When I first got involved with the mess that is IPR today, I mused occasionally “What would happen if all past patents just disappeared, and we had to start afresh? What would the “new” IPR look like? Why?”

So it was with some amusement that I read recently that we had already experienced something similar. I’d bought a book some months ago while travelling in the US, and it had entered the dark world that was my library, never to be seen again. Until this week, when I’ve been working on packing the library up, that is.

It’s a fantastic book. Called How Invention Begins, it’s written by John H Lienhard, Professor Emeritus of Mechanical Engineering and History at the University of Houston. I was first attracted to Lienhard when I saw a review by him of Stephen Jay Gould’s The Mismeasure of Man, another subject close to my heart.

In the book, Lienhard recounts the case of the US Patent Office: officially opened in 1790, the building was “hopelessly outdated and overcrowded” by 1836, and burnt down soon after. “The fire destroyed the office and everything in it”. And a new Patent Office arose from those ashes, rebuilt from scratch. Barely 20% of the original patents could be reconstructed.

But that’s almost an aside, stated here only to make the point that we’ve had a period of “patent amnesty” not that long ago.

Lienhard’s book has really challenged me. He describes the process of invention much like Doc Searls would talk about snowballs in blogs: a series of small events, with many different and disconnected people participating, somehow serendipitously coming up with coherent inventions over time. Or maybe it’s David Weinberger and Small Pieces Loosely Joined, the way Lienhard describes it.
He makes a number of fascinating points, things I have thought about but not really comprehended, I needed to read his prose to get to my Meringue Moment.

Four key points stand out:

One, that invention is a response to a community want, a communal hunger for something, a passion that creates a Zeitgeist that must be obeyed.

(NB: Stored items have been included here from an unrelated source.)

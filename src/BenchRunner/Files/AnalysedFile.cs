using BenchRunner.Acceptance.Validity;
using BenchRunner.Signals.Analysis;
using BenchRunner.Signals.Traces;

namespace BenchRunner.Files;

/// <summary>A waveform file with what was found in it.</summary>
internal sealed record AnalysedFile(
    string File, string Sha256, Waveform Waveform, AnalysisResult Result, Verdict Verdict);
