using BenchRunner.Acceptance.Benches;
using BenchRunner.Acceptance.Files;
using BenchRunner.Acceptance.Plans;
using BenchRunner.Acceptance.Sequences;
using BenchRunner.Acceptance.Uncertainty;
using BenchRunner.Signals.Quantities;
using BenchRunner.Signals.Traces;

namespace BenchRunner.Acceptance.Decisions;

/// <summary>Every quantity of one operating point as mean, uncertainty and conformity.</summary>
internal static class PointValues
{
    /// <summary>Forms them: a row for each quantity that the channels allow, and one for each limit.</summary>
    /// <param name="sequence">The sequence.</param>
    /// <param name="bench">The bench.</param>
    /// <param name="captures">What the point gave.</param>
    public static IReadOnlyList<MeasuredValue> Of(Sequence sequence, Bench bench, PointCaptures captures)
    {
        IReadOnlyCollection<Channel> recorded = HalfBridge.Recorded(bench);
        bool firesHigh = HalfBridge.FiresHigh(sequence);
        var rows = new List<MeasuredValue>();
        foreach (Quantity quantity in QuantityCatalogue.All)
        {
            bool limited = false;
            foreach (Limit limit in sequence.Limits)
            {
                if (limit.Quantity == quantity.Name && limit.At == captures.OperatingPoint)
                {
                    limited = true;
                    rows.Add(Row(quantity, limit, sequence, captures));
                }
            }

            if (!limited)
            {
                MeasuredValue row = Row(quantity, null, sequence, captures);
                if (quantity.Find(row.Definition) is { } definition
                    && HalfBridge.Missing(definition, recorded, firesHigh).Count == 0)
                {
                    rows.Add(row);
                }
            }
        }

        return rows;
    }

    private static MeasuredValue Row(Quantity quantity, Limit? limit, Sequence sequence, PointCaptures captures)
    {
        string? asked = limit?.Definition ?? sequence.Definitions.GetValueOrDefault(quantity.Name);
        string wanted = asked ?? quantity.DefaultFor(sequence.Kind);
        string definition = wanted;
        var values = new List<double>();
        var reasons = new List<string>();
        foreach (IReadOnlyList<QuantityValue> capture in captures.Valid.Select(valid => valid.Quantities))
        {
            QuantityValue? found = capture.FirstOrDefault(value =>
                value.Quantity == quantity.Name && Is(value.Definition, wanted))
                ?? (asked is null ? capture.FirstOrDefault(value => value.Quantity == quantity.Name) : null);
            definition = found?.Definition ?? definition;
            if (found?.Value is { } value)
            {
                values.Add(value);
            }
            else
            {
                reasons.Add(found?.Reason ?? $"{wanted} was not formed");
            }
        }

        var row = new MeasuredValue(
            captures.OperatingPoint, quantity.Name, definition, null, quantity.Unit, null, null, null, null,
            values.Count, limit?.Lower, limit?.Upper, limit is null ? null : Conformity.Undecided, null);

        // A quantity that most captures do not show has no value: the few that show it would be a choice by the
        // measurand.
        return 2 * values.Count > captures.Valid.Count
            ? Measured(row, values, captures.Budget?.Find(quantity.Name, definition), sequence.Decision)
            : row with { Reason = Why(reasons, captures.Valid.Count) };
    }

    private static MeasuredValue Measured(
        MeasuredValue row, List<double> values, QuantityBudget? budget, DecisionRule rule)
    {
        Spread spread = Spread.Of(values);
        string? unknown = values.Count < 2 ? "one capture: its spread is not known"
            : budget is null ? "no budget of the bench"
            : budget.Reason;
        if (unknown is null)
        {
            CombinedUncertainty combined = CombinedUncertainty.Of(
                [.. budget!.Entries,
                    new UncertaintyEntry("spread of the captures", spread.OfMean, 1, spread.Count - 1)],
                rule.Coverage);
            row = row with
            {
                StandardUncertainty = combined.Standard,
                ExpandedUncertainty = combined.Expanded,
                CoverageFactor = combined.CoverageFactor,
                DegreesOfFreedom = combined.DegreesOfFreedom,
            };
        }

        Conformity? conformity = row.Conformity is null
            ? null
            : ConformityRule.Decide(spread.Mean, row.ExpandedUncertainty, row.Lower, row.Upper, rule);
        return row with
        {
            Value = spread.Mean,
            Conformity = conformity,
            Reason = unknown is not null ? $"uncertainty not formed: {unknown}"
                : conformity == Conformity.Undecided
                    ? "within the guard band of "
                        + $"{SiText.Format(ConformityRule.GuardBand(row.ExpandedUncertainty ?? 0, rule), row.Unit, 3)}"
                    : null,
        };
    }

    /// <summary>
    /// Whether a definition that was formed is the one wanted; one that names no route takes the bench's.
    /// </summary>
    private static bool Is(string formed, string wanted) =>
        formed == wanted || (!DefinitionId.Split(wanted).ByLoadLine && DefinitionId.Split(formed).Rule == wanted);

    private static string Why(List<string> reasons, int captures)
    {
        if (captures == 0)
        {
            return "no valid capture";
        }

        var most = reasons.GroupBy(reason => reason).OrderByDescending(group => group.Count()).First();
        return most.Count() == captures ? most.Key : $"{most.Key} (in {most.Count()} of {captures} captures)";
    }
}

Two, that the invention is actually made up of a whole lot of small pieces, whose ideas came from different people, whose attempts at converting ideas into inventions came from different people, whose experiences of such attempts were shared openly most of the time, and that a whole heap of time tended to pass before a coherent invention came out in response to the Zeitgeist.

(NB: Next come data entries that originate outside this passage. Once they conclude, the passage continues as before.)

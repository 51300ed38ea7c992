using System.Text.Json;

namespace FakeBench.Tests.Scpi;

/// <summary>The check cases of tests/reference/scpi; their README names their sources.</summary>
internal static class ScpiReference
{
    public static IEnumerable<JsonElement> Cases(string file, string group)
    {
        string? folder = AppContext.BaseDirectory;
        while (folder is not null && !Directory.Exists(Path.Combine(folder, "tests", "reference", "scpi")))
        {
            folder = Path.GetDirectoryName(folder);
        }

        string path = Path.Combine(folder ?? "", "tests", "reference", "scpi", file);
        using JsonDocument document = JsonDocument.Parse(File.ReadAllText(path));
        return [.. document.RootElement.GetProperty(group).EnumerateArray().Select(e => e.Clone())];
    }

    public static string Text(this JsonElement element, string name) => element.GetProperty(name).GetString() ?? "";
}
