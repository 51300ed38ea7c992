using System.Text.Json;
using FakeBench.Scpi;

namespace FakeBench.Tests.Scpi;

public sealed class HeaderTests
{
    public static TheoryData<string, string, string> ShortForms() => new(
        ScpiReference.Cases("headers.json", "short_forms")
            .Select(c => (c.Text("id"), c.Text("long"), c.Text("short"))));

    public static TheoryData<string, string, string, int, int> Matchings()
    {
        var data = new TheoryData<string, string, string, int, int>();
        foreach (JsonElement c in ScpiReference.Cases("headers.json", "matching"))
        {
            int error = c.TryGetProperty("error", out JsonElement e) ? e.GetInt32() : 0;
            int suffix = c.TryGetProperty("suffixes", out JsonElement s) ? s[0].GetInt32() : 0;
            data.Add(c.Text("id"), c.Text("pattern"), c.Text("header"), error, suffix);
        }

        return data;
    }

    public static TheoryData<string, string, string[]> Walks() => new(
        ScpiReference.Cases("headers.json", "tree_walk").Select(c =>
            (c.Text("id"), c.Text("message"), c.GetProperty("headers").EnumerateArray().Select(h => h.GetString()!)
                .ToArray())));

    [Theory]
    [MemberData(nameof(ShortForms))]
    public void A_word_has_the_short_form_of_the_rule(string id, string whole, string expected) =>
        Assert.True(expected == Mnemonic.ShortForm(whole), id);

    [Theory]
    [MemberData(nameof(Matchings))]
    public void A_header_is_found_or_refused_as_the_standard_says(
        string id, string pattern, string header, int error, int suffix)
    {
        var tree = new CommandTree();
        tree.Add(pattern, 0, 0, (_, _) => { });
        int seen = 0;
        int numbered = 0;
        try
        {
            (_, Call call) = tree.Find(new ProgramUnit(header, []));
            numbered = suffix == 0 ? 0 : call.Suffix;
        }
        catch (ScpiException refused)
        {
            seen = refused.Number;
        }

        Assert.True((error, suffix) == (seen, numbered), $"{id}: error {seen}, suffix {numbered}");
    }

    [Theory]
    [MemberData(nameof(Walks))]
    public void A_message_walks_the_tree_as_the_standard_says(string id, string message, string[] headers)
    {
        var seen = new List<string>();
        foreach (string? line in new MessageFramer().Take(System.Text.Encoding.Latin1.GetBytes(message + "\n")))
        {
            var units = new ProgramMessage(line!);
            while (units.Next() is { } unit)
            {
                seen.Add(unit.Header);
            }
        }

        Assert.Equal(headers.Length, seen.Count);
        for (int i = 0; i < headers.Length; i++)
        {
            Assert.True(new HeaderPattern(headers[i]).Match(seen[i], out _) == HeaderMatch.Match, $"{id}: {seen[i]}");
        }
    }

    // Source: SCPI-1999 volume 1, 6.2.4 (T004 of headers.json): the path is STATus:, and STATus:ENABle? is undefined.
    [Fact]
    public void A_path_that_leads_nowhere_is_an_undefined_header()
    {
        var scpi = new Interpreter(() => "", () => { });
        Assert.Equal("0\n", Text(scpi.Obey("STAT:QUES?;ENAB?")));
        Assert.StartsWith("-113,", Text(scpi.Obey("SYST:ERR?")), StringComparison.Ordinal);
    }

    private static string Text(Reply reply) => System.Text.Encoding.Latin1.GetString(reply.Finish());
}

Three, that we tend to celebrate the Light-At-The-End-Of-The-Tunnel, somehow imbuing heroic values to the last person in that chain, often not knowing what went before, sometimes not caring.

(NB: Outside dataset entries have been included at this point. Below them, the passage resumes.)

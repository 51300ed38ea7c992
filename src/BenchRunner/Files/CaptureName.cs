namespace BenchRunner.Files;

/// <summary>Names one stored capture within an evidence file.</summary>
/// <param name="Device">Serial of the device.</param>
/// <param name="Run">Identity of the run.</param>
/// <param name="OperatingPoint">Name of the operating point.</param>
/// <param name="Number">Number of the capture there.</param>
internal sealed record CaptureName(string Device, string Run, string OperatingPoint, int Number);
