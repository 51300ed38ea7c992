namespace BenchRunner.Acceptance.Decisions;

/// <summary>What was decided about one device.</summary>
/// <param name="Outcome">The outcome.</param>
/// <param name="Reason">Why, in words; null for a plain acceptance.</param>
/// <param name="Values">Every quantity of every operating point.</param>
public sealed record DeviceDecision(Outcome Outcome, string? Reason, IReadOnlyList<MeasuredValue> Values);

Four, this need of ours, to name and label and date and time the “invention” and its “inventor”, is contrary to what really happened, misinformed at best and corrupt at worst.

There are many other ideas in the book, it will take me time to explore and digest them. But what I have read and understood so far supports everything I espouse about collaboration and teamwork and sharing and co-creation of value and serendipity and community.

More later. Probably within a week, I plan to watch as much of the Ryder Cup as I can while packing and lazing.